- WHAT TO DO: When you answer, give every record back exactly as written.

- LISTED RECORDS:
//! The gallery: a picture of every file in networks/, and the page that lists them.

use super::drawing::Drawing;
use super::program::{comment, draw, networks, root, stem};
use std::fmt::Write;
use std::path::Path;

/// How a file is drawn: a quarter of the boundary as the region, with its cut and what
/// closure absorbs, and with the recoverable legs where there are bulk legs; without marks
/// where there is no boundary.
pub fn arguments(file: &Path) -> Vec<String> {
    let shown = file.strip_prefix(root()).expect("inside").display().to_string();
    let out = draw(&[&shown]);
    let svg = String::from_utf8(out.stdout).expect("UTF-8");
    let desc = description(&svg);
    let count = |what: &str| -> usize {
        let before = desc.split(what).next().unwrap_or_default();
        before.rsplit([' ', ',']).find(|w| !w.is_empty()).and_then(|w| w.parse().ok()).unwrap_or(0)
    };
    let (sites, bulk) = (count(" boundary legs"), count(" bulk legs"));
    let mut all = vec![shown];
    if sites > 3 {
        all.extend(["--region".into(), format!("0..{}", sites.div_ceil(3))]);
        all.extend(["--cut".into(), "--closure".into()]);
        if bulk > 0 {
            all.push("--recover".into());
        }
    }
    all
}

/// What a drawing says about itself: the text of its `desc`.
fn description(svg: &str) -> &str {
    let after = svg.split("<desc").nth(1).and_then(|d| d.split_once('>'));
    after.map_or("", |d| d.1).split('<').next().unwrap_or_default()
}

/// Draws every file anew and writes the page; both are committed.
///
/// # Panics
/// Where a file cannot be drawn.
pub fn write() {
    let folder = root().join("docs/gallery");
    std::fs::create_dir_all(&folder).expect("docs/gallery");
    let mut page = String::from(
        "# Gallery\n\n\
         Every file in `networks/`, drawn by `lierne draw` with a third of its boundary as the \
         region: the sites of the region are dark, the curve is the minimal cut, hatched tensors \
         are absorbed from the region, dotted ones from its complement, plain ones are the core. \
         Filled rings are bulk legs that can be recovered. Written by\n\
         `cargo test --test picture gallery -- --ignored`.\n\n\
         | file | picture | what it is for |\n|---|---|---|\n",
    );
    for file in networks() {
        let name = stem(&file);
        let mut all = arguments(&file);
        let target = format!("docs/gallery/{name}.svg");
        all.extend(["--out".into(), target]);
        let all: Vec<&str> = all.iter().map(String::as_str).collect();
        super::program::status(&all, 0);
        let shown = file.file_name().expect("a file").to_string_lossy();
        let about = comment(&file).replace('|', "\\|").replace('<', "&lt;");
        writeln!(
            page,
            "| [`{shown}`](../../networks/{shown}) | <img src=\"{name}.svg\" width=\"320\" alt=\"{name}\"> | {about} |",
        )
        .expect("a string");
    }
    std::fs::write(folder.join("README.md"), page).expect("the page");
}

/// Every file that ships has its picture in the gallery, and its row on the page.
pub fn check() {
    let page = std::fs::read_to_string(root().join("docs/gallery/README.md")).expect("the page");
    for file in networks() {
        let name = stem(&file);
        let picture = root().join(format!("docs/gallery/{name}.svg"));
        let svg = std::fs::read_to_string(&picture)
            .unwrap_or_else(|e| panic!("{}: {e}; write the gallery anew", picture.display()));
        Drawing::read(&svg);
        assert!(page.contains(&format!("{name}.svg")), "{name} has a row in the gallery");
        // What is drawn now has the parts that the committed picture has.
        let now = arguments(&file);
        let now: Vec<&str> = now.iter().map(String::as_str).collect();
        let fresh = String::from_utf8(super::program::status(&now, 0).stdout).expect("UTF-8");
        let _parts =
            |svg: &str| svg.split("desc\">").nth(1).map(|d| d.split('<').next().map(str::to_owned));
        assert_eq!(
            description(&svg),
            description(&fresh),
            "{name} has changed; write the gallery anew"
        );
    }
}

- RESULT:
//! The gallery: a picture of every file in networks/, and the page that lists them.

use super::drawing::Drawing;
use super::program::{comment, draw, networks, root, stem};
use std::fmt::Write;
use std::path::Path;

/// How a file is drawn: a quarter of the boundary as the region, with its cut and what
/// closure absorbs, and with the recoverable legs where there are bulk legs; without marks
/// where there is no boundary.
pub fn arguments(file: &Path) -> Vec<String> {
    let shown = file.strip_prefix(root()).expect("inside").display().to_string();
    let out = draw(&[&shown]);
    let svg = String::from_utf8(out.stdout).expect("UTF-8");
    let desc = description(&svg);
    let count = |what: &str| -> usize {
        let before = desc.split(what).next().unwrap_or_default();
        before.rsplit([' ', ',']).find(|w| !w.is_empty()).and_then(|w| w.parse().ok()).unwrap_or(0)
    };
    let (sites, bulk) = (count(" boundary legs"), count(" bulk legs"));
    let mut all = vec![shown];
    if sites > 3 {
        all.extend(["--region".into(), format!("0..{}", sites.div_ceil(3))]);
        all.extend(["--cut".into(), "--closure".into()]);
        if bulk > 0 {
            all.push("--recover".into());
        }
    }
    all
}

/// What a drawing says about itself: the text of its `desc`.
fn description(svg: &str) -> &str {
    let after = svg.split("<desc").nth(1).and_then(|d| d.split_once('>'));
    after.map_or("", |d| d.1).split('<').next().unwrap_or_default()
}

/// Draws every file anew and writes the page; both are committed.
///
/// # Panics
/// Where a file cannot be drawn.
pub fn write() {
    let folder = root().join("docs/gallery");
    std::fs::create_dir_all(&folder).expect("docs/gallery");
    let mut page = String::from(
        "# Gallery\n\n\
         Every file in `networks/`, drawn by `lierne draw` with a third of its boundary as the \
         region: the sites of the region are dark, the curve is the minimal cut, hatched tensors \
         are absorbed from the region, dotted ones from its complement, plain ones are the core. \
         Filled rings are bulk legs that can be recovered. Written by\n\
         `cargo test --test picture gallery -- --ignored`.\n\n\
         | file | picture | what it is for |\n|---|---|---|\n",
    );
    for file in networks() {
        let name = stem(&file);
        let mut all = arguments(&file);
        let target = format!("docs/gallery/{name}.svg");
        all.extend(["--out".into(), target]);
        let all: Vec<&str> = all.iter().map(String::as_str).collect();
        super::program::status(&all, 0);
        let shown = file.file_name().expect("a file").to_string_lossy();
        let about = comment(&file).replace('|', "\\|").replace('<', "&lt;");
        writeln!(
            page,
            "| [`{shown}`](../../networks/{shown}) | <img src=\"{name}.svg\" width=\"320\" alt=\"{name}\"> | {about} |",
        )
        .expect("a string");
    }
    std::fs::write(folder.join("README.md"), page).expect("the page");
}

/// Every file that ships has its picture in the gallery, and its row on the page.
pub fn check() {
    let page = std::fs::read_to_string(root().join("docs/gallery/README.md")).expect("the page");
    for file in networks() {
        let name = stem(&file);
        let picture = root().join(format!("docs/gallery/{name}.svg"));
        let svg = std::fs::read_to_string(&picture)
            .unwrap_or_else(|e| panic!("{}: {e}; write the gallery anew", picture.display()));
        Drawing::read(&svg);
        assert!(page.contains(&format!("{name}.svg")), "{name} has a row in the gallery");
        // What is drawn now has the parts that the committed picture has.
        let now = arguments(&file);
        let now: Vec<&str> = now.iter().map(String::as_str).collect();
        let fresh = String::from_utf8(super::program::status(&now, 0).stdout).expect("UTF-8");
        let _parts =
            |svg: &str| svg.split("desc\">").nth(1).map(|d| d.split('<').next().map(str::to_owned));
        assert_eq!(
            description(&svg),
            description(&fresh),
            "{name} has changed; write the gallery anew"
        );
    }
}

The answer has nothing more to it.